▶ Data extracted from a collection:

____________

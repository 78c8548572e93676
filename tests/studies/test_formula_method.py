"""Ball's formula-method factors f and j, checked on curves generated in this test from the exact series
solution of a slab, an infinite cylinder and a sphere, whose eigenvalues are found here independently with
scipy.optimize.brentq from the transcendental equations (Incropera et al., 7th ed., eqs. 5.39c, 5.50c,
5.51c). The expected values are f = ln(10) L²/(α ζ₁²) and j = C₁ at the centre (Incropera §5.5; Ball & Olson
1957; ASHRAE Refrigeration Handbook, chapter "Cooling and freezing times of foods")."""

import math

import numpy as np
import pytest
from numpy.testing import assert_allclose
from scipy import optimize, special

from procplan.errors import InvalidInputError
from procplan.studies.formula_method import cooling_factors, curve_factors, heating_factors, series_factors

L_M = 0.04  # half-thickness or radius [m]
ALPHA = 1.4e-7  # thermal diffusivity [m²/s], a typical food (Incropera/ASHRAE order of magnitude)
N_TERMS = 80


def _condition(kind, bi):
    # Source: Incropera 7th ed. eqs. 5.39c, 5.50c, 5.51c, multiplied through to remove the poles.
    if kind == "slab":
        return lambda z: z * np.sin(z) - bi * np.cos(z)
    if kind == "cylinder":
        return lambda z: z * special.j1(z) - bi * special.j0(z)
    return lambda z: z * np.cos(z) + (bi - 1.0) * np.sin(z)


def _roots(kind, bi):
    if math.isinf(bi):
        if kind == "slab":
            return (np.arange(N_TERMS) + 0.5) * np.pi
        if kind == "sphere":
            return (np.arange(N_TERMS) + 1.0) * np.pi
        return special.jn_zeros(0, N_TERMS)
    g = _condition(kind, bi)
    grid = np.linspace(1e-9, (N_TERMS + 1) * np.pi, 400000)
    v = g(grid)
    idx = np.flatnonzero(np.sign(v[:-1]) * np.sign(v[1:]) < 0)
    return np.array([optimize.brentq(g, grid[i], grid[i + 1], xtol=1e-14) for i in idx[:N_TERMS]])


def _centre_coefficients(kind, z):
    # Source: Incropera 7th ed. eqs. 5.39b, 5.50b, 5.51b; the mode shape is 1 at the centre.
    if kind == "slab":
        return 4 * np.sin(z) / (2 * z + np.sin(2 * z))
    if kind == "cylinder":
        return 2 / z * special.j1(z) / (special.j0(z) ** 2 + special.j1(z) ** 2)
    return 4 * (np.sin(z) - z * np.cos(z)) / (2 * z - np.sin(2 * z))


def _centre_curve(kind, bi, theta_end=0.004, dfo=0.004):
    z = _roots(kind, bi)
    c = _centre_coefficients(kind, z)
    fo_end = math.log(abs(c[0]) / theta_end) / z[0] ** 2
    fo = np.arange(0.0, fo_end, dfo)
    theta = np.exp(-np.outer(fo, z**2)) @ c
    theta[0] = 1.0  # the initial condition (the truncated series oscillates at Fo = 0)
    return fo * L_M**2 / ALPHA, theta, z[0], c[0]


CASES = [(k, bi) for k in ("slab", "cylinder", "sphere") for bi in (0.5, 5.0, 50.0, math.inf)]


@pytest.mark.parametrize("kind,bi", CASES)
def test_heating_factors_of_the_exact_series(kind, bi):
    # Source: Incropera 7th ed. §5.5 (first term) and Ball & Olson (1957): f = ln10 L²/(α ζ₁²), j = C₁.
    # Tolerance 1 %: the straight part is fitted to readings that still carry a trace of the second term.
    t, theta, z1, c1 = _centre_curve(kind, bi)
    medium, initial = 121.0, 21.0
    r = heating_factors(t, medium - (medium - initial) * theta, medium)
    f_expected = math.log(10.0) * L_M**2 / (ALPHA * z1**2)
    assert_allclose(r.f_s, f_expected, rtol=0.01)
    assert_allclose(r.j, c1, rtol=0.01)
    assert r.chosen == "automatic" and r.window_s[0] > 0.0  # the curved start is left out
    # the pseudo-initial temperature follows from j: within 1 % of j (T_m − T_i) in kelvin
    assert_allclose(r.pseudo_initial_C, medium - c1 * (medium - initial), atol=0.01 * c1 * (medium - initial))
    # the library's own series gives the same factors (independent eigenvalue search)
    f_lib, j_lib = series_factors(kind, bi, L_M, ALPHA)
    assert_allclose([f_lib, j_lib], [f_expected, c1], rtol=1e-8)


@pytest.mark.parametrize("kind,bi", [("slab", 2.0), ("cylinder", 2.0), ("sphere", 2.0)])
def test_cooling_factors_of_the_exact_series(kind, bi):
    # Source: as above; a cooling curve has the same f and j (ASHRAE Refrigeration Handbook, cooling and
    # freezing times of foods: f and j of the centre).
    t, theta, z1, c1 = _centre_curve(kind, bi)
    coolant, initial = 1.0, 71.0
    r = cooling_factors(t, coolant + (initial - coolant) * theta, coolant)
    assert_allclose(r.f_s, math.log(10.0) * L_M**2 / (ALPHA * z1**2), rtol=0.01)
    assert_allclose(r.j, c1, rtol=0.01)
    assert r.kind == "cooling" and r.pseudo_initial_C > initial  # j > 1 at the centre


def test_come_up_correction_by_hand():
    # Source: Ball (1923); Ball & Olson (1957): corrected zero at 0.58 × come-up time after steam on.
    # A curve straight from its start, T_m − T = 80 × 10^(−t/f) with f = 15 min, initial 30 °C, medium 121 °C,
    # come-up 12 min: zero at 6.96 min, j = 80 × 10^(−6.96/15)/(121 − 30).
    f = 900.0
    t = np.arange(0.0, 3600.0, 60.0)
    temp = 121.0 - 80.0 * 10 ** (-t / f)
    r = heating_factors(t, temp, 121.0, initial_C=30.0, come_up_s=720.0)
    assert_allclose(r.zero_s, 0.58 * 720.0, rtol=1e-12)
    assert_allclose(r.f_s, f, rtol=1e-9)
    assert_allclose(r.j, 80.0 * 10 ** (-0.58 * 720.0 / f) / 91.0, rtol=1e-9)
    assert_allclose(r.pseudo_initial_C, 121.0 - 80.0 * 10 ** (-0.58 * 720.0 / f), rtol=1e-9)


def test_window_override_and_noise_floor():
    # Source: construction on the slab series (Bi = 5): a window inside the straight part gives the same f;
    # readings closer than min_difference_C to the medium are not used.
    t, theta, z1, c1 = _centre_curve("slab", 5.0)
    temp = 100.0 - 80.0 * theta
    lo, hi = 0.5 * L_M**2 / ALPHA, 1.5 * L_M**2 / ALPHA
    r = heating_factors(t, temp, 100.0, window_s=(lo, hi))
    assert r.chosen == "window" and lo <= r.window_s[0] and r.window_s[1] <= hi
    assert_allclose(r.f_s, math.log(10.0) * L_M**2 / (ALPHA * z1**2), rtol=0.01)
    r2 = heating_factors(t, temp, 100.0, min_difference_C=5.0)
    assert 100.0 - np.interp(r2.window_s[1], t, temp) >= 5.0


def test_noisy_tail_needs_a_window_or_a_wider_tolerance():
    # Source: construction: readings rounded to 0.5 K scatter far more than 0.002 log cycles near the end.
    t, theta, _, _ = _centre_curve("sphere", 5.0, theta_end=0.05)
    temp = np.round(121.0 - 100.0 * theta * 1.0 + 0.4 * np.sin(np.arange(theta.size)), 0)
    with pytest.raises(InvalidInputError, match="tolerance_log10"):
        heating_factors(t, temp, 121.0)
    assert heating_factors(t, temp, 121.0, tolerance_log10=0.2).f_s > 0


def test_rejects_bad_input():
    t = [0.0, 60.0, 120.0, 180.0, 240.0, 300.0]
    with pytest.raises(InvalidInputError, match="initial_C"):
        heating_factors(t, [130.0] * 6, 121.0)  # starts above the medium
    with pytest.raises(InvalidInputError, match="kind"):
        curve_factors(t, [20.0] * 6, 121.0, kind="freezing")
    with pytest.raises(InvalidInputError, match="come_up_s"):
        cooling_factors(t, [60.0, 50, 40, 30, 20, 15], 1.0, come_up_s=60.0)
    with pytest.raises(InvalidInputError, match="window_s"):
        heating_factors(t, [20.0, 40, 60, 80, 90, 95], 121.0, window_s=(100.0, 50.0))
    with pytest.raises(InvalidInputError, match="temperature_C"):
        heating_factors(t, [20.0, 40, 60, 80, 90, 95], 121.0, min_points=7)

____________

▶ Task item:
From the entries, copy out each line containing the word "cylinder".

▶ Solution to this problem:
solution of a slab, an infinite cylinder and a sphere, whose eigenvalues are found here independently with
    if kind == "cylinder":
    if kind == "cylinder":
CASES = [(k, bi) for k in ("slab", "cylinder", "sphere") for bi in (0.5, 5.0, 50.0, math.inf)]
@pytest.mark.parametrize("kind,bi", [("slab", 2.0), ("cylinder", 2.0), ("sphere", 2.0)])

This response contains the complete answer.